箕面三中もと校長から〜教育関係者のつぶやき〜

2015年度から2018年度に大阪府の箕面三中の校長を務めました。おもに学校教育と子育てに関する情報をのせています。

子どもはいずれ離れていくもの

2015年10月21日 17時04分57秒 | 教育・子育てあれこれ

三中では昭和48年(1973年)の開校時は全校で10クラスでした。その後昭和60年代の30クラスの最大の時期を経て、今年度が15クラスとなっています。これ一つとってみても、日本では少子化傾向が進んでいるということは、いまさらあらためて言うまでもない、周知の事実です。

ところで、いまから70年以上前の日本社会では、一つの家庭に6~7人の子どもがいることは決して珍しいことではなかったのでした。事実、私の父は6人の子どもがいる家庭で幼少期を過ごしました。

ただし、昔の子どもは病気で亡くなる場合が多くありました。しかしその後、医学の発達と衛生・栄養改善が進み、乳児死亡率はここ100年の間に急速に低下しました。いまや1000人あたりの乳児死亡率は2,3人と世界で最低となっています。

この変化により、子どもは「生まれれば必ず育つもの」という心理が親の中に当然のごとく生まれ、子どもを産む数を減らしても子孫は残っていくという「確信」を、親はもつようになってきたのです。

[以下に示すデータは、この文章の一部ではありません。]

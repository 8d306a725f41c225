import { afterEach, describe, expect, it } from 'vitest';
import { drawFar } from '../../src/screen/far.js';
import { Raster } from '../../src/screen/raster.js';
import { theme } from '../../src/screen/theme.js';
import type { SourceView, StandView } from '../../src/screen/model.js';
import { show, type Shown } from './fakeTty.js';
import { channel, inventedStand, troubledStand } from './inventedStand.js';

let shown: Shown | null = null;
afterEach(() => {
  shown?.screen.close();
  shown = null;
});

/** The rows of the large letters, as drawn. */
function letters(view: StandView, width = 80): string[] {
  const r = new Raster('braille');
  r.resize(width, 24);
  r.clear();
  drawFar(r, theme(256), view, 1, 21);
  return Array.from({ length: 5 }, (_, y) => Array.from({ length: width }, (_, x) => r.glyph((y + 2) * width + x)).join('').trimEnd());
}

const source = (phase: SourceView['phase']): SourceView => ({ source: 'plc', phase, sentence: '-', faults: 0 });

describe('"all well" is said only while nothing is amiss', () => {
  const well = letters(inventedStand());
  it.each<[string, StandView]>([
    ['a source is lost', inventedStand({ sources: [source('open'), source('lost')] })],
    ['the alarm log is in trouble', inventedStand({ logTrouble: 'the disk is full' })],
    ['all sources have ended', inventedStand({ sources: [source('ended'), source('stopped')] })],
    ['a channel is settling', inventedStand({ channels: [channel(0), channel(1, { state: 'settling', settled: [3, 500], band: null })] })],
    ['a channel is in alarm', inventedStand({ channels: [channel(0), channel(1, { state: 'alarm' })] })],
    ['there are no channels', inventedStand({}, 0)],
  ])('not when %s', (_, view) => {
    expect(letters(view)).not.toEqual(well);
    expect(letters(view).join('')).toContain('█');
  });

  it('but still when one source of several has ended', () => {
    expect(letters(inventedStand({ sources: [source('open'), source('ended')] }))).toEqual(well);
  });
});

it.each([
  ['bearing-vibration', false],
  ['bearing-vibration-of-pump-7', true],
])('%s is set in narrower letters, and ends in dots where there is still no room: %s', (name, dots) => {
  const width = 80;
  const r = new Raster('braille');
  r.resize(width, 40);
  r.clear();
  drawFar(r, theme(256), inventedStand({ channels: [channel(0, { channel: name, state: 'alarm' })] }), 1, 37);
  const rows = Array.from({ length: 40 }, (_, y) => Array.from({ length: width }, (_, x) => r.glyph(y * width + x)).join('').trimEnd());
  const bottom = rows.findLastIndex((row) => row.includes('█')); // of the name, which stands below the word
  expect(rows[bottom]!.endsWith('█   █   █')).toBe(dots);
  expect(rows[bottom - 4]!.length).toBeGreaterThan(60);
});

it('f shows it and takes it away; a lost source has its colour', async () => {
  shown = await show({ ...troubledStand(), alarms: [], channels: inventedStand().channels });
  await shown.type('f');
  expect(shown.tty.text()).toMatch(/█{4,}/);
  expect(shown.tty.colourOf('██')).toBe(220);
  await shown.type('f');
  expect(shown.tty.text()).toContain('[°C]');
});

さて、今回、問題としたいのは、少子化が親の子育て、および子どもにどのような影響を与えてきているのかということです。

子どもが多ければ、親の愛情は「分散」されるでしょう。子ども一人ひとりに、今の時代のように十分かかわることには無理がありました。ある意味、「放っておいても子どもは育つ」時代であったといえるでしょう。

しかし、少子化の時代では、親は数少ない「わが子」に十分な愛情を注ぎ、教育投資ができるようになりました。このような親の愛情のもとに育つ子どもたちには、学習への自発的・内発的な動機が希薄になりがちです。

「なぜ勉強するのか」という学習動機を日本、イギリス、インド、マレーシアと比較した研究があります。その結果、日本の子どもたちにだけに見ることができる学習動機が確認されました。

勉強が面白いから、自分の力を試したいからなど、自分の成長や興味にもとづいての勉強の姿勢よりも、「お母さんに叱られないように」「いい点をとると親が喜ぶから」など、親の喜怒哀楽を気にし、親の機嫌をそこなわないようにと勉強する傾向が強く出ていたそうです。

それは、親の気持ちを察するけなげな子どもとも見えます。しかし自分の成績に一喜一憂する親の存在があまりにも大きい場合、子どもは親のために勉強することになってしまいがちなのではないでしょうか。

そこには、学ぶことへの内発的な動機や自らの関心によって、自発的な探求をする態度や力は育ちにくいのです。

指示待ち人間、創意に欠ける、自信・自己肯定感の低さ、個性が乏しいなど、しばしば言われる日本の子どもの特徴は、誤解をおそれずに言うならば、親の教育に寄せる強い期待という「圧力」の産物とも見なせるでしょう。

親にとってわが子はかわいいものです。しかし、親が子どもの自立を望むならば、かわいく、愛おしいけれども、「この子は独立した人格」とか「いずれは自分のもとから離れていく存在」という認識を根底にはもちます。そして一歩離れた心構えで、密着しすぎることなく、わが子に日々接していくことが大切になるのではないでしょうか。